= Miguel Abreu Gallery =

Contemporary art gallery

Miguel Abreu Gallery is a contemporary art gallery with two locations in New York City.

== History ==
Miguel Abreu Gallery opened its first space at 36 Orchard Street in 2006 on the Lower East Side of Manhattan in New York City. A second 8,000 square foot space was opened two blocks away at 88 Eldridge Street in 2014 to stage large scale projects and exhibitions. The gallery stages conceptually-charged one person and group shows as well as performances, film screenings, and lectures.

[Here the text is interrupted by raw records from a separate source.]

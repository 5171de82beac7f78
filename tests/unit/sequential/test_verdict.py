"""What was crossed, and that a first crossing stands."""

from __future__ import annotations

import math
from dataclasses import replace

import pytest

from app.model.boundary import Bound, Crossed, LookAsUsed, Verdict
from app.model.plan import Sides
from app.model.values import Absent
from app.sequential.verdict import crossed, verdict

BOUND = Bound(2, 0.7, 280, False, 0.0074, 0.0072, 2.4406, 0.0073, 0.75)
LOOK = LookAsUsed(1, "planned", 140.0, 140, 0.35, 1.0, 3.6128, 0.00015, False)
NO_BOUND = replace(BOUND, efficacy_z=Absent("a safety look"))


@pytest.mark.parametrize(
    ("z", "sides", "expected"),
    [
        (2.4406, 1, "efficacy"),
        (math.nextafter(2.4406, 0.0), 1, "none"),
        (2.4406, 2, "efficacy"),
        (-2.4406, 2, "control"),
        (math.nextafter(-2.4406, 0.0), 2, "none"),
        (-5.0, 1, "none"),
        (None, 1, "none"),
    ],
)
def test_z_at_the_bound_crosses_it_and_one_bit_below_does_not(
    z: float | None, sides: Sides, expected: Crossed
) -> None:
    assert crossed(z, BOUND, sides) == expected


def test_where_there_is_no_bound_nothing_is_crossed() -> None:
    assert crossed(9.0, NO_BOUND, 2) == "none"


def test_a_crossing_now_is_the_first_when_none_came_before() -> None:
    assert verdict([LOOK], 3.0, BOUND, 1) == Verdict("efficacy", 2)
    assert verdict([LOOK], -3.0, BOUND, 2) == Verdict("control", 2)
    assert verdict([LOOK], 1.0, BOUND, 1) == Verdict("none", None)


@pytest.mark.parametrize("side", ["efficacy", "control"])
def test_a_first_crossing_stands_whatever_follows(side: Crossed) -> None:
    past = [replace(LOOK, crossed=side)]
    assert verdict(past, 3.0, BOUND, 2) == Verdict("none", 1)
    assert verdict(past, -1.0, NO_BOUND, 2) == Verdict("none", 1)


def test_a_harm_crossing_before_leaves_the_efficacy_bound_in_force() -> None:
    assert verdict([replace(LOOK, crossed="harm")], 3.0, BOUND, 1) == Verdict("efficacy", 2)


FULL = replace(BOUND, futility_z=0.9, harm_z=-2.1)


@pytest.mark.parametrize(
    ("z", "expected"),
    [(2.5, "efficacy"), (1.5, "none"), (0.9, "futility"), (-2.0, "futility"), (-2.1, "harm"), (-4.0, "harm")],
)
def test_below_lie_futility_and_further_below_harm(z: float, expected: Crossed) -> None:
    assert crossed(z, FULL, 1) == expected


def test_harm_may_be_judged_by_the_z_of_another_endpoint() -> None:
    assert crossed(1.5, FULL, 1, z_for_harm=-2.2) == "harm"
    assert crossed(-3.0, FULL, 1, z_for_harm=0.0) == "futility"
    assert crossed(2.5, FULL, 1, z_for_harm=-2.2) == "efficacy"


def test_a_bound_that_does_not_exist_is_not_crossed() -> None:
    none = Absent("no new information")
    assert crossed(-5.0, replace(BOUND, futility_z=none, harm_z=none), 1) == "none"


def test_a_final_look_crosses_efficacy_or_nothing() -> None:
    final = replace(FULL, final=True, futility_z=2.4406)
    assert crossed(2.4, final, 1) == "none"
    assert crossed(-4.0, final, 1) == "none"
    assert crossed(2.4406, final, 1) == "efficacy"


def test_harm_is_crossed_where_there_is_no_efficacy_bound() -> None:
    assert crossed(-2.5, replace(FULL, efficacy_z=Absent("a safety look"), futility_z=None), 1) == "harm"


@pytest.mark.parametrize(("binding", "first"), [(False, None), (True, 2)])
def test_a_futility_crossing_stands_only_where_it_is_binding(binding: bool, first: int | None) -> None:
    assert verdict([LOOK], 0.5, FULL, 1, binding=binding) == Verdict("futility", first)
    later = verdict([replace(LOOK, crossed="futility")], 3.0, FULL, 1, binding=binding)
    assert later == (Verdict("none", 1) if binding else Verdict("efficacy", 2))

Sequence Press, the gallery's publishing division, was launched in 2011. In conjunction with the British publisher Urbanomic, the press has released books by philosophers and artists including François Laruelle, R.H. Quaytman, Nick Land, Quentin Meillassoux, and Gilles Châtelet, among others.

== Artists ==
The gallery represents American and international artists working in a range of media, including Yuji Agematsu, Rey Akdogan, Alexander Carver, Liz Deschenes, Rochelle Goldberg, Tishan Hsu, Gareth James, Flint Jamison, Sam Lewitt, Dana Lok, Scott Lyall, Jean-Luc Moulène, Florian Pumhösl, R.H. Quaytman, Eileen Quinlan, Raha Raissnia, Jimmy Raskin, Blake Rayne, Milton Resnick, and Pamela Rosenkranz. The gallery also represents the films of Jean-Marie Straub & Danièle Huillet, the estate of Wacław Szpakowski, and offer works by Hans Bellmer and James Metcalf.